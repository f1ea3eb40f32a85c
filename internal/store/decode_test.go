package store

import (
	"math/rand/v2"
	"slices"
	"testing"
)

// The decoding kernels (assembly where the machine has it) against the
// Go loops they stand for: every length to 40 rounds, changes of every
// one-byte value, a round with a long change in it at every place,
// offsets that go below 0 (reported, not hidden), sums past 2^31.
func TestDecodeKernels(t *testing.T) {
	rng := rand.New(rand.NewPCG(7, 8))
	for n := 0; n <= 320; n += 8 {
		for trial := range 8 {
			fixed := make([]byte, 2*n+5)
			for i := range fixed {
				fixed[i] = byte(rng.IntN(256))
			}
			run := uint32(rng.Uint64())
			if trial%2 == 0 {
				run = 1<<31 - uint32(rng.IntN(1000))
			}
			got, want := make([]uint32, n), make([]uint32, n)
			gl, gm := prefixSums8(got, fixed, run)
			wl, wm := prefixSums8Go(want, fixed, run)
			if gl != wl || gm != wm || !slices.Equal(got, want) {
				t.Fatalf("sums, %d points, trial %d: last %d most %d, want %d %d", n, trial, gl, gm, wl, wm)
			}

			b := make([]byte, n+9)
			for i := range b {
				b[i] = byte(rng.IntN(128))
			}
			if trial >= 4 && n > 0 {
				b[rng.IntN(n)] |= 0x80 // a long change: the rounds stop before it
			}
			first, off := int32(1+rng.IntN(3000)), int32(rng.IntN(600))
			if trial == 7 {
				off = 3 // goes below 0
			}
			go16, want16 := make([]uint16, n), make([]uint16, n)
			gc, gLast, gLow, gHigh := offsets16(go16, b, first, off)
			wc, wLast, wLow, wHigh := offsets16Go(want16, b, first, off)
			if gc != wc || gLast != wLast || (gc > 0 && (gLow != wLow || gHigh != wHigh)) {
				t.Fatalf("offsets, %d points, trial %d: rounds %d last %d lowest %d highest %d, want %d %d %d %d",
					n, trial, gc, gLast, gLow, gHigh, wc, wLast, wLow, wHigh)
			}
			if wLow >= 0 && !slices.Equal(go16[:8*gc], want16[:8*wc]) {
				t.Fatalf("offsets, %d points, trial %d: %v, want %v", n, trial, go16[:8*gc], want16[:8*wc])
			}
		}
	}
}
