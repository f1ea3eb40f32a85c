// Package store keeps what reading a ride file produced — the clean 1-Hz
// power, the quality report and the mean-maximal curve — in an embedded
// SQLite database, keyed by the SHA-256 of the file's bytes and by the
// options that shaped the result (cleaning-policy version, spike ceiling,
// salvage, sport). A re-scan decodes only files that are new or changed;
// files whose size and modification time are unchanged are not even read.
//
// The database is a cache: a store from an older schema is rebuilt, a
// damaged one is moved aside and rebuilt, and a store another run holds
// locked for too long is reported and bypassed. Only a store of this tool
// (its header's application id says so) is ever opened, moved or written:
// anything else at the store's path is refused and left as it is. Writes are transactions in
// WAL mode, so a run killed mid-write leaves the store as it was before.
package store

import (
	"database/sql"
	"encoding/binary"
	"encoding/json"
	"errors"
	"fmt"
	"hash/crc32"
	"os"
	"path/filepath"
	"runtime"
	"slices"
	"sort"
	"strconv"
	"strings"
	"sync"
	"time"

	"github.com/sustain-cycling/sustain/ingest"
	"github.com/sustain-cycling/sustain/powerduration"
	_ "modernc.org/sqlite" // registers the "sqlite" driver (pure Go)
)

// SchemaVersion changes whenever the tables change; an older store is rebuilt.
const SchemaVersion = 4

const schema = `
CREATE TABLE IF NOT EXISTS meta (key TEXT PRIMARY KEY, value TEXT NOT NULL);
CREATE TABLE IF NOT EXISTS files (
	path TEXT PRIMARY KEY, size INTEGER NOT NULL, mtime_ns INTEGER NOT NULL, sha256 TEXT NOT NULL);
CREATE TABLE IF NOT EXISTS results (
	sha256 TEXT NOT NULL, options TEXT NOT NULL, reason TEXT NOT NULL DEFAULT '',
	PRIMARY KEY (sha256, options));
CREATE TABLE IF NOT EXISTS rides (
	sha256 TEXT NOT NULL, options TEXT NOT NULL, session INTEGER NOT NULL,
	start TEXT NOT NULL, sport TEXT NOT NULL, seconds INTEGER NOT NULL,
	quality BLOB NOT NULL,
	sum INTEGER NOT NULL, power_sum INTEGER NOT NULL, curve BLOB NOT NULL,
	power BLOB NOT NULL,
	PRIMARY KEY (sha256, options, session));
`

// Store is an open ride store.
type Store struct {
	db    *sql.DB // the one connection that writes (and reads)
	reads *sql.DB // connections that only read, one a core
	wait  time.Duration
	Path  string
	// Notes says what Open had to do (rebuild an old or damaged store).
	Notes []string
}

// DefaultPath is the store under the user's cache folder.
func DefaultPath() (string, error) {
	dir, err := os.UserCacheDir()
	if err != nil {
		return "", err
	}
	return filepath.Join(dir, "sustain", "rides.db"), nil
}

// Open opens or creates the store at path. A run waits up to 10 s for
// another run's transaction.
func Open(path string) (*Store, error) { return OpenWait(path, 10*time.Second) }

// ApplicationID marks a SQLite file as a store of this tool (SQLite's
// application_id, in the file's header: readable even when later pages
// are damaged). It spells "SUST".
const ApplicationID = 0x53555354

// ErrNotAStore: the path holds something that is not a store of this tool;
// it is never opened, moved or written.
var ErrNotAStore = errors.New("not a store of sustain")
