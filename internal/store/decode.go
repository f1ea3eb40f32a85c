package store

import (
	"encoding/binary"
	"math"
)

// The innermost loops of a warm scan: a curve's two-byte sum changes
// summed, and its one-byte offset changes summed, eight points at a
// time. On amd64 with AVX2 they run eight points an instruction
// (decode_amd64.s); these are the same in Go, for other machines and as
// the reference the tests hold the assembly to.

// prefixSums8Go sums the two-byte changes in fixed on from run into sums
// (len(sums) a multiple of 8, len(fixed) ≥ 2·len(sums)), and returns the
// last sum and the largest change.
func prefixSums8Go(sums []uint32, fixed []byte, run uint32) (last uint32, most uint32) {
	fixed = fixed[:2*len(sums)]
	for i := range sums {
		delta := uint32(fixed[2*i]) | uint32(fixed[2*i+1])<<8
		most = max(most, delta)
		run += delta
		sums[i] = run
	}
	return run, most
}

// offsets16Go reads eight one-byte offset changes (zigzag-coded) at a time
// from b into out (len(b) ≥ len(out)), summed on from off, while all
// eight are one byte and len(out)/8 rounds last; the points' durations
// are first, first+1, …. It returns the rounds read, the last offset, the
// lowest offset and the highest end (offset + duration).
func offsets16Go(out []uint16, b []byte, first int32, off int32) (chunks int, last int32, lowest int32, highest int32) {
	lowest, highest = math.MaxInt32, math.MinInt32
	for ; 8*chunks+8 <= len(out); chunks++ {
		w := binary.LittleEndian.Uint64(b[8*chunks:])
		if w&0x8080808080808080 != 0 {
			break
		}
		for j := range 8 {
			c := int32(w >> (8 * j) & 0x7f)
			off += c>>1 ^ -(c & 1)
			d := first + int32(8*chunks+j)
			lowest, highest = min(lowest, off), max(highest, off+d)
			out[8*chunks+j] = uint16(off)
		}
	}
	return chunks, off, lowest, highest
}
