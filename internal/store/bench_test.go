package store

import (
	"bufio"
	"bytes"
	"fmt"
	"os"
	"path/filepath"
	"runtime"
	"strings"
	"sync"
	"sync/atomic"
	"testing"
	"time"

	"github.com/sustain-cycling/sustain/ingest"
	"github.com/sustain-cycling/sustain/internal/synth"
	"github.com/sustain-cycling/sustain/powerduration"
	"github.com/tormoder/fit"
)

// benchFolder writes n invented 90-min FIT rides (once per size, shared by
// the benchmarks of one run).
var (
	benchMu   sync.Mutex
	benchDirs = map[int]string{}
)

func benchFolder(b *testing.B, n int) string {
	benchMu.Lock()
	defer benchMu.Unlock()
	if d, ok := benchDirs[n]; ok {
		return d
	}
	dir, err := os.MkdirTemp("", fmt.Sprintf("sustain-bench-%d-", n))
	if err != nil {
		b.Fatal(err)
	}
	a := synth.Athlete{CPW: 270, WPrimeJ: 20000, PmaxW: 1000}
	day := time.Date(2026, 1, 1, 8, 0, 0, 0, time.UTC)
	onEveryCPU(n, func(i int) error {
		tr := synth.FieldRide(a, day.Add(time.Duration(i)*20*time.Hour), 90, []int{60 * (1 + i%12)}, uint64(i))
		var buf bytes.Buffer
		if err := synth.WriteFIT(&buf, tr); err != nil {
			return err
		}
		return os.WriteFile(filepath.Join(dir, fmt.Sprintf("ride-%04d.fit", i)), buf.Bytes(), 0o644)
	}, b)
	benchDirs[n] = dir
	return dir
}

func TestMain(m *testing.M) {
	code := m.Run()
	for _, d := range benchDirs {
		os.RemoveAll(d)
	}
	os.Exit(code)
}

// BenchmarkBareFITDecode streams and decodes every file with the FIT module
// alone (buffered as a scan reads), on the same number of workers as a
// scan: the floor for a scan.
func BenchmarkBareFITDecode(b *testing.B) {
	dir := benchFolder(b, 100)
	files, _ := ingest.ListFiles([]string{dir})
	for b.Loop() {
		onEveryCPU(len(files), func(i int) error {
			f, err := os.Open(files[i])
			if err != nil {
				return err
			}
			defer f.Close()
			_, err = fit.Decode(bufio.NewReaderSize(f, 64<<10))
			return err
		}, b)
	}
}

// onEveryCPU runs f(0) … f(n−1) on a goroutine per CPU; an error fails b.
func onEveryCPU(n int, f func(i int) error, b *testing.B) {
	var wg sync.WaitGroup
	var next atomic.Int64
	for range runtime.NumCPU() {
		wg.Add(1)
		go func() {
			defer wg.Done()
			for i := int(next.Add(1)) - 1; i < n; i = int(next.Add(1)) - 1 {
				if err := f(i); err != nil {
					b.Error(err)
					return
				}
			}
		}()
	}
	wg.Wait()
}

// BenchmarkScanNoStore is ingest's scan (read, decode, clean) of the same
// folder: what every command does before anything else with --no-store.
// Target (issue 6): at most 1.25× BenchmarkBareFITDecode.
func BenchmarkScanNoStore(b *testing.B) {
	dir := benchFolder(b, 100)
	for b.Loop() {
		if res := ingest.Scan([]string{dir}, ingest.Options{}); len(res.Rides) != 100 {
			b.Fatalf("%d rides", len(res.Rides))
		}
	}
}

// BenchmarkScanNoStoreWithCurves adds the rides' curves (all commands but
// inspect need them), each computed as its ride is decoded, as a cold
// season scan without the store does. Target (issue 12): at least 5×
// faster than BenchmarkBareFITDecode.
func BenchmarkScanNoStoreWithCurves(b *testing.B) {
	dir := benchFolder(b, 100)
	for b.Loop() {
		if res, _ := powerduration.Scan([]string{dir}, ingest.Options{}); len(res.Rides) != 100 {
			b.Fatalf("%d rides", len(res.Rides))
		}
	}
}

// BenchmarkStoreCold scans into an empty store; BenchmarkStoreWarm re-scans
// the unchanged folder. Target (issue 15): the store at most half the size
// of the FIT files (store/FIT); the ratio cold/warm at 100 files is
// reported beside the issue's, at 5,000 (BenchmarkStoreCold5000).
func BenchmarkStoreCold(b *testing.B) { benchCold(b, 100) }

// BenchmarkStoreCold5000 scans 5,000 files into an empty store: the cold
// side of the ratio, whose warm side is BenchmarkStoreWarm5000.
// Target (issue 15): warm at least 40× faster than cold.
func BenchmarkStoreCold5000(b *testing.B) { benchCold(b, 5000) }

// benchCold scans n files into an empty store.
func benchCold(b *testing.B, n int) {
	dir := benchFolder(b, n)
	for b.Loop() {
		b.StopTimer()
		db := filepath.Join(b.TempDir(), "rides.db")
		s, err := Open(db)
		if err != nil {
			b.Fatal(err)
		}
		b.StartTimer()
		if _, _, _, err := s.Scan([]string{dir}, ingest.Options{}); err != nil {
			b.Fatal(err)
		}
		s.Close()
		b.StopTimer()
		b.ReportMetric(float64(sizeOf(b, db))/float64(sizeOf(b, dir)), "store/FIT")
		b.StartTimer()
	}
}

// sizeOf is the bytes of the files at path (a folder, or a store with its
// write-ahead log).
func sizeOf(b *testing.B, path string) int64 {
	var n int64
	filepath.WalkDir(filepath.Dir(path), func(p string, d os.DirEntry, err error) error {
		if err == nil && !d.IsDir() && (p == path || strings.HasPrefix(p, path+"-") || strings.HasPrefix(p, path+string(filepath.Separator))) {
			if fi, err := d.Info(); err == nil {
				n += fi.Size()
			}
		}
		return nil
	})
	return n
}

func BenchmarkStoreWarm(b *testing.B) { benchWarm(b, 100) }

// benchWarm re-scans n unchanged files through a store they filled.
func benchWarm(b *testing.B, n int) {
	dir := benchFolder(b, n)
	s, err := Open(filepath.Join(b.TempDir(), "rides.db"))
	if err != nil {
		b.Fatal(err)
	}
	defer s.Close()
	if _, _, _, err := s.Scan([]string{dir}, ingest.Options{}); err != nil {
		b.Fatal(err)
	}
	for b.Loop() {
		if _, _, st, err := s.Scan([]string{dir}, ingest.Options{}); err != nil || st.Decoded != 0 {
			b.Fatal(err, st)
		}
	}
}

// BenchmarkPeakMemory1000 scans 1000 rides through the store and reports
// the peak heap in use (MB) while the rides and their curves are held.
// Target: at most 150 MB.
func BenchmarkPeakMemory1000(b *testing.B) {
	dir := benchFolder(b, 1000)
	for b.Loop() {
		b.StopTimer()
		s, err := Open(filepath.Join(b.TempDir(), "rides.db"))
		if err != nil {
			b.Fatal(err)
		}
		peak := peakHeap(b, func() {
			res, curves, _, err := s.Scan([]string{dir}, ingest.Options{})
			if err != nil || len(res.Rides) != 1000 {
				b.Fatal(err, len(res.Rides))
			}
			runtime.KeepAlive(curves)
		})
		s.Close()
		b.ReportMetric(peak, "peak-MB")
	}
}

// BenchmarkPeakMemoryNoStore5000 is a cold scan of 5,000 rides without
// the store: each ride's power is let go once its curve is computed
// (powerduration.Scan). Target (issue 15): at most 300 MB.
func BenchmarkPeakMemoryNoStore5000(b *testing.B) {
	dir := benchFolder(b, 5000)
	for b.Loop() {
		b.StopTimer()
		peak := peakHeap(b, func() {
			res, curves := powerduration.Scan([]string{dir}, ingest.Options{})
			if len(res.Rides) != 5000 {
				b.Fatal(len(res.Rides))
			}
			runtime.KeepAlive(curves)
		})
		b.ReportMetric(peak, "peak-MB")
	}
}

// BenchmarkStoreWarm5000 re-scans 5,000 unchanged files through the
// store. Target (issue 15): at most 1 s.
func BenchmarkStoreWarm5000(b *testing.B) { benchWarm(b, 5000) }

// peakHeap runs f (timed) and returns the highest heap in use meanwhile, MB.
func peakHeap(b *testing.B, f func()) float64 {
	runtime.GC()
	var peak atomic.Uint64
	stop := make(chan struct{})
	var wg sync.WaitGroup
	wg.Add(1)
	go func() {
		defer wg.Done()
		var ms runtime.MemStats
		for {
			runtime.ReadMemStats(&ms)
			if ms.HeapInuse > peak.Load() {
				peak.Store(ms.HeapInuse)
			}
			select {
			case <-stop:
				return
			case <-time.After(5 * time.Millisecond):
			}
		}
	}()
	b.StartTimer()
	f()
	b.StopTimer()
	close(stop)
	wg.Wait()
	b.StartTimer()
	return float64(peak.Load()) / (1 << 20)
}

= = = = =

What you need to do: Where a line of the data contains "damaged", copy that line.

Expected answer:
// damaged one is moved aside and rebuilt, and a store another run holds
	// Notes says what Open had to do (rebuild an old or damaged store).
// are damaged). It spells "SUST".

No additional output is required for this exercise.